**Problem statement**
Set down the lines of the data exactly, starting at the first and stopping after the line containing "combine step). */".

──────────────────────────────

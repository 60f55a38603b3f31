/**
 * Zero points of distance catalogues and the combination of their distance moduli.
 *
 * Offset of catalogue B against a reference A from the galaxies both measured (mu finite in both,
 * errors finite and positive): d_i = mu_B,i - mu_A,i with sigma_i^2 = sigma_A,i^2 + sigma_B,i^2,
 *   offset = sum(w d)/sum(w), w = 1/sigma^2, its error 1/sqrt(sum w) (formal), chi2/dof of the d_i
 *   about the offset, the weighted scatter, and the median of d (weighted least squares; common
 *   practice). Robust estimate: iterative kappa-sigma clipping of the normalised residuals
 *   (d_i - centre)/sigma_i from the median of d, the kept ones refitted until the set is stable
 *   (kappa = 3 by default); NaN when no galaxy lies within kappa sigma of the median.
 * Applying the offset (combine.ts applies the clipped one) puts B on A's scale: mu_B' = mu_B - offset. The offset's own error is
 * common to every galaxy of B (a correlated systematic): it is reported, not added per galaxy.
 *
 * Combination per galaxy: inverse-variance weighted mean of the available moduli,
 *   mu = sum(w mu)/sum(w), sigma_mu = 1/sqrt(sum w), n_dist = number used,
 *   chi2 = sum(w (mu_k - mu)^2) (n_dist - 1 degrees of freedom; NaN for one measurement).
 * A modulus without a usable error is used only when no modulus of that galaxy has one (then the
 * plain mean, with NaN error).
 */

export interface ZeroPointOptions {
  /** Clipping threshold on |residual|/sigma. */
  kappa?: number;
  maxIterations?: number;
}

/** The statistics of one zero-point offset (also carried per catalogue by the combine step). */
export interface ZeroPointStats {
  /** Weighted mean of mu_B - mu_A over the shared galaxies (mag); NaN if none shared. */
  offsetMag: number;
  offsetErrMag: number;
  nShared: number;
  /** chi^2 per degree of freedom of the differences about the offset (NaN for n < 2). */
  chi2Dof: number;
  /** Weighted standard deviation of the differences (mag). */
  scatterMag: number;
  medianMag: number;
  /** The kappa-sigma clipped weighted mean, its error and how many were rejected. */
  clippedOffsetMag: number;
  clippedOffsetErrMag: number;
  nRejected: number;
  kappa: number;
}

export interface ZeroPointOffset extends ZeroPointStats {
  /** Row indices of the shared galaxies (Int32Array) and 1 where clipping rejected them. */
  shared: Int32Array;
  rejected: Uint8Array;
}

function usable(mu: number, err: number): boolean {
  return Number.isFinite(mu) && Number.isFinite(err) && err > 0;
}

function weightedMean(d: Float64Array, w: Float64Array, keep: Uint8Array): [number, number, number] {
  let sw = 0;
  let swd = 0;
  let n = 0;
  for (let i = 0; i < d.length; i++) {
    if (!keep[i]) continue;
    sw += w[i]!;
    swd += w[i]! * d[i]!;
    n++;
  }
  return n === 0 ? [NaN, NaN, 0] : [swd / sw, 1 / Math.sqrt(sw), n];
}

function median(xs: Float64Array): number {
  if (xs.length === 0) return NaN;
  const s = Float64Array.from(xs).sort();
  const m = s.length >> 1;
  return s.length % 2 ? s[m]! : (s[m - 1]! + s[m]!) / 2;
}

/** The zero-point offset of B relative to A (mu_B - mu_A) from the rows both measured. */
export function zeroPointOffset(
  muA: ArrayLike<number>,
  errA: ArrayLike<number>,
  muB: ArrayLike<number>,
  errB: ArrayLike<number>,
  options: ZeroPointOptions = {},
): ZeroPointOffset {
  const kappa = options.kappa ?? 3;
  const maxIterations = options.maxIterations ?? 20;
  const n = muA.length;
  const rows: number[] = [];
  for (let i = 0; i < n; i++) if (usable(muA[i]!, errA[i]!) && usable(muB[i]!, errB[i]!)) rows.push(i);
  const m = rows.length;
  const shared = Int32Array.from(rows);
  const d = new Float64Array(m);
  const w = new Float64Array(m);
  for (let k = 0; k < m; k++) {
    const i = rows[k]!;
    d[k] = muB[i]! - muA[i]!;
    w[k] = 1 / (errA[i]! ** 2 + errB[i]! ** 2);
  }
  const all = new Uint8Array(m).fill(1);
  const [off, offErr] = weightedMean(d, w, all);
  let chi2 = 0;
  let sw = 0;
  for (let k = 0; k < m; k++) {
    chi2 += w[k]! * (d[k]! - off) ** 2;
    sw += w[k]!;
  }
  // Clipping: reject |d - centre|/sigma > kappa, refit the kept ones, until stable. The first centre
  // is the median, not the mean: one gross blunder (a typo of 30 mag) drags the mean so far that
  // every galaxy would sit outside kappa sigma of it.
  const keep = new Uint8Array(m).fill(1);
  let [cOff, cErr] = [median(d), offErr];
  for (let it = 0; it < maxIterations && m > 0; it++) {
    let changed = false;
    for (let k = 0; k < m; k++) {
      const out = Math.abs(d[k]! - cOff) * Math.sqrt(w[k]!) > kappa;
      if (keep[k] && out) {
        keep[k] = 0;
        changed = true;
      } else if (!keep[k] && !out) {
        keep[k] = 1;
        changed = true;
      }
    }
    if (!changed && it > 0) break;
    const r = weightedMean(d, w, keep);
    if (r[2] === 0) {
      // nothing within kappa sigma of the median: no clipped offset
      [cOff, cErr] = [NaN, NaN];
      break;
    }
    [cOff, cErr] = r;
  }
  const rejected = new Uint8Array(m);
  let nRejected = 0;
  for (let k = 0; k < m; k++) if (!keep[k]) {
    rejected[k] = 1;
    nRejected++;
  }
  return {
    offsetMag: off,
    offsetErrMag: offErr,
    nShared: m,
    chi2Dof: m > 1 ? chi2 / (m - 1) : NaN,
    scatterMag: m > 1 ? Math.sqrt(((chi2 / sw) * m) / (m - 1)) : NaN,
    medianMag: median(d),
    clippedOffsetMag: cOff,
    clippedOffsetErrMag: cErr,
    nRejected,
    kappa,
    shared,
    rejected,
  };
}

export interface CombinedModuli {
  muMag: Float64Array;
  muErrMag: Float64Array;
  /** Number of moduli combined (0: none, mu NaN). */
  nDist: Int32Array;
  /** chi^2 of the moduli about the combined value (n_dist - 1 d.o.f.; NaN below 2). */
  chi2: Float64Array;
}

/**
 * Combines k modulus columns row by row. offsetsMag[k] is subtracted from column k first (0 or
 * NaN: none). errs[k] may be undefined (no error column).
 */
export function combineModuli(mus: ArrayLike<number>[], errs: (ArrayLike<number> | undefined)[], offsetsMag?: number[]): CombinedModuli {
  const n = mus[0]?.length ?? 0;
  const out: CombinedModuli = { muMag: new Float64Array(n), muErrMag: new Float64Array(n), nDist: new Int32Array(n), chi2: new Float64Array(n) };
  const k = mus.length;
  const val = new Float64Array(k);
  const wt = new Float64Array(k);
  for (let i = 0; i < n; i++) {
    let nErr = 0;
    let nAny = 0;
    for (let j = 0; j < k; j++) {
      const o = offsetsMag?.[j];
      const m = mus[j]![i]! - (o !== undefined && Number.isFinite(o) ? o : 0);
      const e = errs[j] ? errs[j]![i]! : NaN;
      val[j] = m;
      wt[j] = Number.isFinite(m) ? (usable(m, e) ? 1 / (e * e) : 0) : -1;
      if (wt[j]! > 0) nErr++;
      if (wt[j]! >= 0) nAny++;
    }
    let sw = 0;
    let swm = 0;
    let used = 0;
    if (nErr > 0) {
      for (let j = 0; j < k; j++) if (wt[j]! > 0) {
        sw += wt[j]!;
        swm += wt[j]! * val[j]!;
        used++;
      }
      const mu = swm / sw;
      let chi2 = 0;
      for (let j = 0; j < k; j++) if (wt[j]! > 0) chi2 += wt[j]! * (val[j]! - mu) ** 2;
      out.muMag[i] = mu;
      out.muErrMag[i] = 1 / Math.sqrt(sw);
      out.chi2[i] = used > 1 ? chi2 : NaN;
    } else if (nAny > 0) {
      for (let j = 0; j < k; j++) if (wt[j] === 0) {
        swm += val[j]!;
        used++;
      }
      out.muMag[i] = swm / used;
      out.muErrMag[i] = NaN;
      out.chi2[i] = NaN;
    } else {
      out.muMag[i] = NaN;
      out.muErrMag[i] = NaN;
      out.chi2[i] = NaN;
    }
    out.nDist[i] = used;
  }
  return out;
}

export interface NetworkZeroPoints {
  /** Offset of each catalogue against the reference (reference 0); NaN when not linked to it. */
  offsetsMag: Float64Array;
  offsetsErrMag: Float64Array;
  /** Covariance of the offsets, k x k row-major (reference row and column 0; NaN when not linked). */
  covariance: Float64Array;
  /** 1 where the catalogue is linked to the reference through shared galaxies (directly or not). */
  linked: Uint8Array;
  /** Galaxies with two or more usable moduli (the ones that constrain the offsets). */
  nGalaxies: number;
  /** chi^2 of all moduli about their galaxies' means after the offsets, and its degrees of freedom. */
  chi2: number;
  dof: number;
}

/**
 * All offsets at once from every galaxy measured more than once (a network solution): the model
 * mu_kg = m_g + delta_k + noise, delta_ref = 0, with each galaxy's m_g profiled out, is linear in
 * delta; weighted least squares gives, over galaxies g and their catalogues j, l (W_g = sum w):
 *   A_jl = sum_g (w_j [j = l] - w_j w_l / W_g),  b_j = sum_g (w_j mu_j - w_j sum_l w_l mu_l / W_g),
 *   delta = A^-1 b, Cov = A^-1 (common practice for zero-point ties; with two catalogues it is
 *   exactly the weighted mean of the differences of zeroPointOffset). A catalogue that shares
 *   galaxies only with another non-reference catalogue is still tied to the reference through it.
 */
export function zeroPointNetwork(mus: ArrayLike<number>[], errs: ArrayLike<number>[], reference: number): NetworkZeroPoints {
  const k = mus.length;
  const n = mus[0]?.length ?? 0;
  const A = new Float64Array(k * k);
  const b = new Float64Array(k);
  const w = new Float64Array(k);
  const m = new Float64Array(k);
  // Links between catalogues, for connectivity (union-find on k items).
  const parent = Int32Array.from({ length: k }, (_, i) => i);
  const find = (x: number): number => {
    while (parent[x] !== x) {
      parent[x] = parent[parent[x]!]!;
      x = parent[x]!;
    }
    return x;
  };
  let nGalaxies = 0;
  let nMeas = 0;
  for (let g = 0; g < n; g++) {
    let W = 0;
    let Wm = 0;
    let cnt = 0;
    let first = -1;
    for (let j = 0; j < k; j++) {
      const mu = mus[j]![g]!;
      const e = errs[j]![g]!;
      if (usable(mu, e)) {
        w[j] = 1 / (e * e);
        m[j] = mu;
        W += w[j]!;
        Wm += w[j]! * mu;
        cnt++;
        if (first < 0) first = j;
        else parent[find(j)] = find(first);
      } else w[j] = 0;
    }
    if (cnt < 2) continue;
    nGalaxies++;
    nMeas += cnt;
    for (let j = 0; j < k; j++) {
      if (w[j] === 0) continue;
      b[j]! += w[j]! * m[j]! - (w[j]! * Wm) / W;
      for (let l = 0; l < k; l++) if (w[l] !== 0) A[j * k + l]! += (j === l ? w[j]! : 0) - (w[j]! * w[l]!) / W;
    }
  }
  const linked = new Uint8Array(k);
  for (let j = 0; j < k; j++) linked[j] = find(j) === find(reference) ? 1 : 0;
  // Unknowns: linked catalogues other than the reference.
  const idx: number[] = [];
  for (let j = 0; j < k; j++) if (linked[j] && j !== reference) idx.push(j);
  const p = idx.length;
  const M = new Float64Array(p * p);
  const rhs = new Float64Array(p);
  for (let a = 0; a < p; a++) {
    rhs[a] = b[idx[a]!]!;
    for (let c = 0; c < p; c++) M[a * p + c] = A[idx[a]! * k + idx[c]!]!;
  }
  const inv = invertSymmetric(M, p);
  const offsetsMag = new Float64Array(k).fill(NaN);
  const offsetsErrMag = new Float64Array(k).fill(NaN);
  const covariance = new Float64Array(k * k).fill(NaN);
  offsetsMag[reference] = 0;
  offsetsErrMag[reference] = 0;
  for (let j = 0; j < k; j++) if (linked[j]) {
    covariance[reference * k + j] = 0;
    covariance[j * k + reference] = 0;
  }
  for (let a = 0; a < p; a++) {
    let s = 0;
    for (let c = 0; c < p; c++) s += inv[a * p + c]! * rhs[c]!;
    offsetsMag[idx[a]!] = s;
    offsetsErrMag[idx[a]!] = Math.sqrt(inv[a * p + a]!);
    for (let c = 0; c < p; c++) covariance[idx[a]! * k + idx[c]!] = inv[a * p + c]!;
  }
  // chi^2 of the moduli about their galaxies' weighted means once the offsets are removed.
  let chi2 = 0;
  for (let g = 0; g < n; g++) {
    let W = 0;
    let Wm = 0;
    let cnt = 0;
    for (let j = 0; j < k; j++) {
      const mu = mus[j]![g]!;
      const e = errs[j]![g]!;
      const o = offsetsMag[j]!;
      if (usable(mu, e) && Number.isFinite(o)) {
        w[j] = 1 / (e * e);
        m[j] = mu - o;
        W += w[j]!;
        Wm += w[j]! * m[j]!;
        cnt++;
      } else w[j] = 0;
    }
    if (cnt < 2) continue;
    const mean = Wm / W;
    for (let j = 0; j < k; j++) if (w[j] !== 0) chi2 += w[j]! * (m[j]! - mean) ** 2;
  }
  return { offsetsMag, offsetsErrMag, covariance, linked, nGalaxies, chi2, dof: nMeas - nGalaxies - p };
}

/** Inverse of a small symmetric positive-definite matrix by Gauss-Jordan with partial pivoting (NaN if singular). */
function invertSymmetric(M: Float64Array, p: number): Float64Array {
  const a = Float64Array.from(M);
  const inv = new Float64Array(p * p);
  for (let i = 0; i < p; i++) inv[i * p + i] = 1;
  for (let col = 0; col < p; col++) {
    let piv = col;
    for (let r = col + 1; r < p; r++) if (Math.abs(a[r * p + col]!) > Math.abs(a[piv * p + col]!)) piv = r;
    const d = a[piv * p + col]!;
    if (!(Math.abs(d) > 0)) return new Float64Array(p * p).fill(NaN);
    if (piv !== col) {
      for (let c = 0; c < p; c++) {
        [a[col * p + c], a[piv * p + c]] = [a[piv * p + c]!, a[col * p + c]!];
        [inv[col * p + c], inv[piv * p + c]] = [inv[piv * p + c]!, inv[col * p + c]!];
      }
    }
    for (let c = 0; c < p; c++) {
      a[col * p + c]! /= d;
      inv[col * p + c]! /= d;
    }
    for (let r = 0; r < p; r++) {
      if (r === col) continue;
      const f = a[r * p + col]!;
      if (f === 0) continue;
      for (let c = 0; c < p; c++) {
        a[r * p + c]! -= f * a[col * p + c]!;
        inv[r * p + c]! -= f * inv[col * p + c]!;
      }
    }
  }
  return inv;
}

──────────────────────────────

**Task result**
repository 60f55a38603b3f31
/**
 * Zero points of distance catalogues and the combination of their distance moduli.
 *
 * Offset of catalogue B against a reference A from the galaxies both measured (mu finite in both,
 * errors finite and positive): d_i = mu_B,i - mu_A,i with sigma_i^2 = sigma_A,i^2 + sigma_B,i^2,
 *   offset = sum(w d)/sum(w), w = 1/sigma^2, its error 1/sqrt(sum w) (formal), chi2/dof of the d_i
 *   about the offset, the weighted scatter, and the median of d (weighted least squares; common
 *   practice). Robust estimate: iterative kappa-sigma clipping of the normalised residuals
 *   (d_i - centre)/sigma_i from the median of d, the kept ones refitted until the set is stable
 *   (kappa = 3 by default); NaN when no galaxy lies within kappa sigma of the median.
 * Applying the offset (combine.ts applies the clipped one) puts B on A's scale: mu_B' = mu_B - offset. The offset's own error is
 * common to every galaxy of B (a correlated systematic): it is reported, not added per galaxy.
 *
 * Combination per galaxy: inverse-variance weighted mean of the available moduli,
 *   mu = sum(w mu)/sum(w), sigma_mu = 1/sqrt(sum w), n_dist = number used,
 *   chi2 = sum(w (mu_k - mu)^2) (n_dist - 1 degrees of freedom; NaN for one measurement).
 * A modulus without a usable error is used only when no modulus of that galaxy has one (then the
 * plain mean, with NaN error).
 */

export interface ZeroPointOptions {
  /** Clipping threshold on |residual|/sigma. */
  kappa?: number;
  maxIterations?: number;
}

/** The statistics of one zero-point offset (also carried per catalogue by the combine step). */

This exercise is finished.